A twin has a built-in playmate and, hopefully, a built-in best friend, too. I mean, twins can’t have a sibling any closer in age! And I know that I loved having siblings close in age to me (my sister is 16 months older than me, and my brother is 15 months older than her) as I spent so much time with them and they became my best friends.
And I have to say this ultra special sibling connection is one of the greatest blessings and advantages about having twins. While twins are especially demanding in the first year or two of life, part of the reason I think they get easier with the passing days and months and years is that they have each other. As a parent, I don’t have to entertain them myself all day long. I don’t have to come up with things to do for them. They can play with each other. They can talk to each other. They are siblings, playmates, and best friends, as well as being twins.My twin daughters may not be identical, but they still have this great bond. Now, at the age of three years, I love hearing them play together, hearing them giggle, watching them smile, holding hands and hugging of their own fruition, apologizing, kissing boo-boos, and pretending. I love how they encourage each other (though sometimes it may mean double trouble for mom and dad!), share, care, and love each other.
My daughters will always have each other to share their lives with, step by step. It’s so unique! And I know it must be that bond, that connection, that people are often jealous of! They want their children or themselves to have a best friend for life. They want to have someone who has always been right there with them through all of their lives, through the good, the bad, and the wonderful.
While I know that some twins don’t stay best friends forever (sad!), and often end up going their separate ways, I hope that I can continue to foster their love and affection towards each other, so that when they are grown and have their own lives and families, they will still have each other, though maybe not in a physical way.
Twins are a blessing indeed, aren’t they? Even if some days that blessing only seems to be for their benefit and not ours.
Are your twins best friends? Do they share a special bond? What have you done to foster it through the passing years?
ldskatelyn is the proud mama of twin daughters and a four-month old bouncing baby boy. She counts her multiple blessings everyday and love that her kids have each other, as she loved having all of her own eight siblings growing up! Find out more about her and her family at What’s up Fagans?

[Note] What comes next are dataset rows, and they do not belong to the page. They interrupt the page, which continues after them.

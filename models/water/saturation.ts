/**
 * Pressure at which water boils.
 *
 *   β²ϑ² + n₁β²ϑ + n₂β² + n₃βϑ² + n₄βϑ + n₅β + n₆ϑ² + n₇ϑ + n₈ = 0,  β = (p/1 MPa)^¼,  ϑ = T + n₉/(T − n₁₀)
 *
 * Source    IAPWS R7-97(2012), region 4, eq. 30 and table 34. Checked against its table 35.
 * Units     K → Pa
 * Limits    273.15 K ≤ T ≤ 647.096 K; outside: RangeError
 */
const N = [
  0.11670521452767e4, -0.72421316703206e6, -0.17073846940092e2, 0.1202082470247e5, -0.32325550322333e7,
  0.1491510861353e2, -0.48232657361591e4, 0.40511340542057e6, -0.23855557567849, 0.65017534844798e3,
] as const;

export function saturationPressurePa(temperatureK: number): number {
  if (!(temperatureK >= 273.15 && temperatureK <= 647.096)) {
    throw new RangeError(`temperature ${temperatureK} K lies outside 273.15 to 647.096 K`);
  }
  const theta = temperatureK + N[8] / (temperatureK - N[9]);
  const a = theta * theta + N[0] * theta + N[1];
  const b = N[2] * theta * theta + N[3] * theta + N[4];
  const c = N[5] * theta * theta + N[6] * theta + N[7];
  return ((2 * c) / (-b + Math.sqrt(b * b - 4 * a * c))) ** 4 * 1e6;
}
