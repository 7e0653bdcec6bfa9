/**
 * Pressure and temperature at which water boils.
 *
 *   β²ϑ² + n₁β²ϑ + n₂β² + n₃βϑ² + n₄βϑ + n₅β + n₆ϑ² + n₇ϑ + n₈ = 0,  β = (p/1 MPa)^¼,  ϑ = T + n₉/(T − n₁₀)
 *
 * Source    IAPWS R7-97(2012), region 4, eqs. 30 and 31, table 34. Checked against its tables 35 and 36.
 * Units     K → Pa and back
 * Limits    273.15 K ≤ T ≤ 647.096 K, 611.213 Pa ≤ p ≤ 22.064 MPa; outside: RangeError
 */
const N = [
  0.11670521452767e4, -0.72421316703206e6, -0.17073846940092e2, 0.1202082470247e5, -0.32325550322333e7,
  0.1491510861353e2, -0.48232657361591e4, 0.40511340542057e6, -0.23855557567849, 0.65017534844798e3,
] as const;

export function saturationPressurePa(temperatureK: number): number {
  if (!(temperatureK >= 273.15 && temperatureK <= 647.096)) {
    throw new RangeError(`temperature ${temperatureK} K lies outside 273.15 to 647.096 K`);
  }
  const theta = temperatureK + N[8] / (temperatureK - N[9]);
  const a = theta * theta + N[0] * theta + N[1];
  const b = N[2] * theta * theta + N[3] * theta + N[4];
  const c = N[5] * theta * theta + N[6] * theta + N[7];
  return ((2 * c) / (-b + Math.sqrt(b * b - 4 * a * c))) ** 4 * 1e6;
}

export function saturationTemperatureK(pressurePa: number): number {
  if (!(pressurePa >= 611.213 && pressurePa <= 22.064e6)) {
    throw new RangeError(`pressure ${pressurePa} Pa lies outside 611.213 Pa to 22.064 MPa`);
  }
  const beta = (pressurePa / 1e6) ** 0.25;
  const e = beta * beta + N[2] * beta + N[5];
  const f = N[0] * beta * beta + N[3] * beta + N[6];
  const g = N[1] * beta * beta + N[4] * beta + N[7];
  const d = (2 * g) / (-f - Math.sqrt(f * f - 4 * e * g));
  const sum = N[9] + d;
  return (sum - Math.sqrt(sum * sum - 4 * (N[8] + N[9] * d))) / 2;
}
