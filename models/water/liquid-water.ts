/**
 * Density, enthalpy and heat capacity of liquid water.
 *
 *   γ(π, τ) = Σ n_i (7.1 − π)^I_i (τ − 1.222)^J_i,   π = p/16.53 MPa,  τ = 1386 K/T
 *   v = RT/p · π γ_π,   h = RT · τ γ_τ,   c_p = −R τ² γ_ττ
 *
 * Source    IAPWS R7-97(2012), Revised Release on the Industrial Formulation 1997, region 1, eq. 7 and table 2.
 *           Checked against its table 5 (tests/models/verification/water.reference.test.ts).
 * Units     T K · p Pa · density kg/m³ · enthalpy J/kg · heat capacity J/(kg·K)
 * Limits    273.15 K ≤ T ≤ 623.15 K, saturation pressure ≤ p ≤ 100 MPa; pure water (a brine of 10 % by weight holds
 *           10 to 12 % less heat a kilogram). Outside: RangeError.
 */
import { saturationPressurePa } from './saturation';

const GAS_CONSTANT = 461.526;
const REFERENCE_PA = 16.53e6;
const REFERENCE_K = 1386;

/** I, J, n of table 2. */
const TERMS: readonly (readonly [number, number, number])[] = [
  [0, -2, 0.14632971213167],
  [0, -1, -0.84548187169114],
  [0, 0, -0.3756360367204e1],
  [0, 1, 0.33855169168385e1],
  [0, 2, -0.95791963387872],
  [0, 3, 0.15772038513228],
  [0, 4, -0.16616417199501e-1],
  [0, 5, 0.81214629983568e-3],
  [1, -9, 0.28319080123804e-3],
  [1, -7, -0.60706301565874e-3],
  [1, -1, -0.18990068218419e-1],
  [1, 0, -0.32529748770505e-1],
  [1, 1, -0.21841717175414e-1],
  [1, 3, -0.5283835796993e-4],
  [2, -3, -0.47184321073267e-3],
  [2, 0, -0.30001780793026e-3],
  [2, 1, 0.47661393906987e-4],
  [2, 3, -0.44141845330846e-5],
  [2, 17, -0.72694996297594e-15],
  [3, -4, -0.31679644845054e-4],
  [3, 0, -0.28270797985312e-5],
  [3, 6, -0.85205128120103e-9],
  [4, -5, -0.22425281908e-5],
  [4, -2, -0.65171222895601e-6],
  [4, 10, -0.14341729937924e-12],
  [5, -8, -0.40516996860117e-6],
  [8, -11, -0.12734301741641e-8],
  [8, -6, -0.17424871230634e-9],
  [21, -29, -0.68762131295531e-18],
  [23, -31, 0.14478307828521e-19],
  [29, -38, 0.26335781662795e-22],
  [30, -39, -0.11947622640071e-22],
  [31, -40, 0.18228094581404e-23],
  [32, -41, -0.93537087292458e-25],
];

export interface LiquidWater {
  densityKgPerM3: number;
  enthalpyJPerKg: number;
  heatCapacityJPerKgK: number;
}

export function liquidWater(temperatureK: number, pressurePa: number): LiquidWater {
  checkRange(temperatureK, pressurePa);
  const pi = pressurePa / REFERENCE_PA;
  const tau = REFERENCE_K / temperatureK;
  const a = 7.1 - pi;
  const b = tau - 1.222;
  let byPi = 0;
  let byTau = 0;
  let byTauTwice = 0;
  for (const [i, j, n] of TERMS) {
    if (i !== 0) byPi -= n * i * a ** (i - 1) * b ** j;
    byTau += n * a ** i * j * b ** (j - 1);
    byTauTwice += n * a ** i * j * (j - 1) * b ** (j - 2);
  }
  return {
    densityKgPerM3: pressurePa / (GAS_CONSTANT * temperatureK * pi * byPi),
    enthalpyJPerKg: GAS_CONSTANT * temperatureK * tau * byTau,
    heatCapacityJPerKgK: -GAS_CONSTANT * tau * tau * byTauTwice,
  };
}

function checkRange(temperatureK: number, pressurePa: number): void {
  if (!(temperatureK >= 273.15 && temperatureK <= 623.15)) {
    throw new RangeError(`temperature ${temperatureK} K lies outside 273.15 to 623.15 K`);
  }
  if (!(pressurePa <= 100e6)) throw new RangeError(`pressure ${pressurePa} Pa lies above 100 MPa`);
  const boilingPa = saturationPressurePa(temperatureK);
  if (!(pressurePa >= boilingPa)) {
    throw new RangeError(
      `at ${temperatureK} K water boils below ${Math.ceil(boilingPa)} Pa; ${pressurePa} Pa is not liquid`,
    );
  }
}

/**
 * Heat delivered per cubic metre produced, cooled before it goes back: ρ(T_prod, p)·[h(T_prod, p) − h(T_back, p)].
 *
 * Units J/m³ at production conditions: volume is metered hot, so the density is that of the hot side.
 */
export function heatPerProducedVolumeJPerM3(
  producedK: number,
  reinjectedK: number,
  pressurePa: number,
): number {
  const produced = liquidWater(producedK, pressurePa);
  const reinjected = liquidWater(reinjectedK, pressurePa);
  return produced.densityKgPerM3 * (produced.enthalpyJPerKg - reinjected.enthalpyJPerKg);
}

Hmm… That might be true for G/G twins (in fact my older and younger daughters play well) but definitely not true in our house for B/G twins. Yes, they share life’s adventures which I personally enjoy and know they will when they are older and have someone who can help remind me of all the adventures but right now it is much more fighting than playing together (at almost 5). Ned is a boy. He pushes his sisters’ buttons and they react as one would expect in this 4 is the new 14 hormonal way.
Yeah! I wondered what B/G twin moms had to say! Of course, this post is about the good aspect of them being so close in age, but we all know that siblings close in age can also fight like there’s no tomorrow with each other! Post for another day though there!

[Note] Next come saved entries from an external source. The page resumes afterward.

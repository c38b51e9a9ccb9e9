"""What the program does, and what it does not."""

from __future__ import annotations

from PySide6.QtWidgets import QWidget

from reconciler import __version__
from reconciler.window.dialogs.dialog import Dialog
from reconciler.window.widgets import label

_TEXT = (
    "Each morning Reconciler holds what each broker confirmed, what the desk booked and what the bank paid against what the "
    "bond's own terms say must be paid, and lists the differences with their reasons."
)
_CAUTION = (
    "It flags differences. It moves no money and gives no advice: the offering documents, the market's rules and the firm's own "
    "controls decide."
)


class About(Dialog):
    """Name, version, purpose, caution."""

    def __init__(self, parent: QWidget | None) -> None:
        super().__init__(parent, f"Reconciler {__version__}", leave="Close")
        self.setMinimumWidth(480)
        self.inside.addWidget(label(_TEXT, "", wrap=True))
        self.inside.addWidget(label(_CAUTION, "soft", wrap=True))
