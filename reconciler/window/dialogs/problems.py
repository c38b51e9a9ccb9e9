"""Every problem of the morning's files with its place: nothing is shown first alone and nothing is kept back."""

from __future__ import annotations

from collections.abc import Sequence

from PySide6.QtWidgets import QWidget

from reconciler.problems import Problem
from reconciler.window import figures
from reconciler.window.dialogs.dialog import Dialog
from reconciler.window.sheet import Cell
from reconciler.window.static import static_sheet
from reconciler.window.table import SheetView
from reconciler.window.widgets import Empty, button, card


class Problems(Dialog):
    """The list of problems; it can be copied."""

    def __init__(self, parent: QWidget | None, problems: Sequence[Problem | str]) -> None:
        super().__init__(parent, figures.count(len(problems), "problem"),
                         "What was wrong with files or folder, where, and what to do about it.", leave="Close")  # fmt: skip
        self.resize(960, 460)
        self.list = SheetView("Problems", two_lines=False)
        self.list.sortable = False
        if not problems:
            self.inside.addWidget(Empty("No problems", "Every file could be read."))
            return
        heads = [("File", 190, False, 0), ("Line", 56, True, 0), ("Column", 120, False, 0), ("Value", 120, False, 0),
                 ("What is wrong, what to do", 380, False, 1)]  # fmt: skip
        self.list.set_sheet(static_sheet(heads, [_cells(problem) for problem in problems]))
        self.inside.addWidget(card(self.list, margin=1), 1)
        copy = button("Copy all", "", "Copy the list as text")
        copy.clicked.connect(lambda: (self.list.selectAll(), self.list.copy()))
        self.column.itemAt(self.column.count() - 1).layout().insertWidget(0, copy)  # type: ignore[union-attr]


def _cells(problem: Problem | str) -> tuple[Cell, ...]:
    if isinstance(problem, str):
        return Cell(""), Cell(""), Cell(""), Cell(""), Cell(problem)
    return (Cell(problem.file, strong=True), Cell(str(problem.line) if problem.line else "", tone="soft"), Cell(problem.column),
            Cell(problem.value), Cell(problem.reason))  # fmt: skip
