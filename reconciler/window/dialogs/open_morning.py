"""Which folder, and which day it is for. A folder whose name tells a day fills the day in; mornings opened before are listed."""

from __future__ import annotations

import datetime
from collections.abc import Sequence
from pathlib import Path

from PySide6.QtCore import QDate
from PySide6.QtWidgets import QDateEdit, QFileDialog, QGridLayout, QLineEdit, QWidget

from reconciler.window import figures
from reconciler.window.dialogs.dialog import Dialog
from reconciler.window.loading import date_of_folder
from reconciler.window.sheet import Cell
from reconciler.window.static import static_sheet
from reconciler.window.table import SheetView
from reconciler.window.widgets import button, card, label


class OpenMorning(Dialog):
    """Asks for folder and day; afterwards `folder` and `date` say what was chosen."""

    def __init__(self, parent: QWidget | None, folder: Path | None, recent: Sequence[tuple[Path, datetime.date]] = ()) -> None:
        super().__init__(parent, "Open a morning", "The folder holds bonds.csv, tickets.csv, holdings.csv, cash.csv and a folder "
                         "confirmations with the brokers' files.", "Open")  # fmt: skip
        self.setMinimumWidth(620)
        self.folder: Path | None = folder
        self.path = QLineEdit(str(folder) if folder else "")
        self.path.setPlaceholderText("Folder with the morning's files")
        self.path.setAccessibleName("Folder")
        self.browse = button("Browse …", "", "Choose the folder")
        self.day = QDateEdit()
        self.day.setDisplayFormat("d MMMM yyyy")
        self.day.setAccessibleName("Day of the morning")
        self.day.setToolTip("Payments before this day that have no cash are breaks; those on it are due")
        self.day.setDate(QDate.currentDate())
        self.said = label("", "differ", wrap=True)
        grid = QGridLayout()
        grid.setHorizontalSpacing(12)
        grid.setVerticalSpacing(10)
        for line, (words, widget) in enumerate((("Folder", self.path), ("Day", self.day))):
            name = label(words, "soft")
            name.setBuddy(widget)
            grid.addWidget(name, line, 0)
            grid.addWidget(widget, line, 1)
        grid.addWidget(self.browse, 0, 2)
        self.inside.addLayout(grid)
        self.inside.addWidget(self.said)
        self.recent = list(recent)
        self.earlier = SheetView("Mornings opened before", two_lines=False)
        self.earlier.sortable = False
        if self.recent:
            self.inside.addWidget(label("Opened before", "caption"))
            rows = [(Cell(figures.long_date(day), strong=True), Cell(str(path), tone="soft")) for path, day in self.recent]
            self.earlier.set_sheet(static_sheet([("Day", 150, False, 0), ("Folder", 300, False, 1)], rows))
            self.earlier.setMinimumHeight(170)
            self.earlier.opened.connect(self._take_recent)
            self.inside.addWidget(card(self.earlier, margin=1), 1)
        self.browse.clicked.connect(self._browse)
        self.path.textChanged.connect(self._path_changed)
        if folder is not None:
            self._path_changed(str(folder))

    @property
    def date(self) -> datetime.date:
        """The day chosen."""
        chosen = self.day.date()
        return datetime.date(chosen.year(), chosen.month(), chosen.day())

    def accept(self) -> None:
        text = self.path.text().strip()
        folder = Path(text).expanduser()
        if not text:
            self.said.setText("Choose a folder first.")
        elif not folder.is_dir():
            self.said.setText(f"There is no folder {text}; check its name or browse for it.")
        else:
            self.folder = folder
            super().accept()

    def _browse(self) -> None:
        chosen = QFileDialog.getExistingDirectory(self, "Choose the folder of a morning", self.path.text())
        if chosen:
            self.path.setText(chosen)

    def _path_changed(self, text: str) -> None:
        self.said.clear()
        day = date_of_folder(Path(text.strip() or "."))
        if day is not None:
            self.day.setDate(QDate(day.year, day.month, day.day))

    def _take_recent(self, row: int) -> None:
        path, day = self.recent[row]
        self.path.setText(str(path))
        self.day.setDate(QDate(day.year, day.month, day.day))
        self.accept()
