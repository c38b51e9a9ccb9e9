"""The sample is made by its script, byte for byte, so that nobody mends it by hand and it can be made anew at any
time.
"""

from __future__ import annotations

import subprocess
import sys
from pathlib import Path

ROOT = Path(__file__).resolve().parent.parent.parent


def _files(folder: Path) -> dict[str, bytes]:
    return {
        path.relative_to(folder).as_posix(): path.read_bytes() for path in sorted(folder.rglob("*")) if path.is_file()
    }


def test_the_script_makes_the_same_bytes_as_the_sample_in_the_checkout(tmp_path: Path) -> None:
    subprocess.run([sys.executable, str(ROOT / "resources" / "make_sample.py"), str(tmp_path)], check=True, timeout=120)
    made, shipped = _files(tmp_path), _files(ROOT / "sample_tickets")
    assert made.keys() == shipped.keys()
    assert made == shipped
    assert len(made) > 25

Your girls don’t look too much alike, but they’re splitting images of one parent each!
It always makes me chuckle when people ask, “Do they get along?”
Um, yes??? At 4 1/2, our girls are almost always together. Yes, they get in each others’ way from time to time, but probably 80% of the time they’re playing together. About 15% of the time they’re playing around each other. That leaves maybe 5% of the time that they’d probably like their own space. 😉
As an only child, I love-love-love seeing my girls together. I try very hard not to put any unrealistic expectations on their relationship, but I think it’s such a beautiful, amazing thing that they have each other. I hope they always — ultimately — feel that way, too.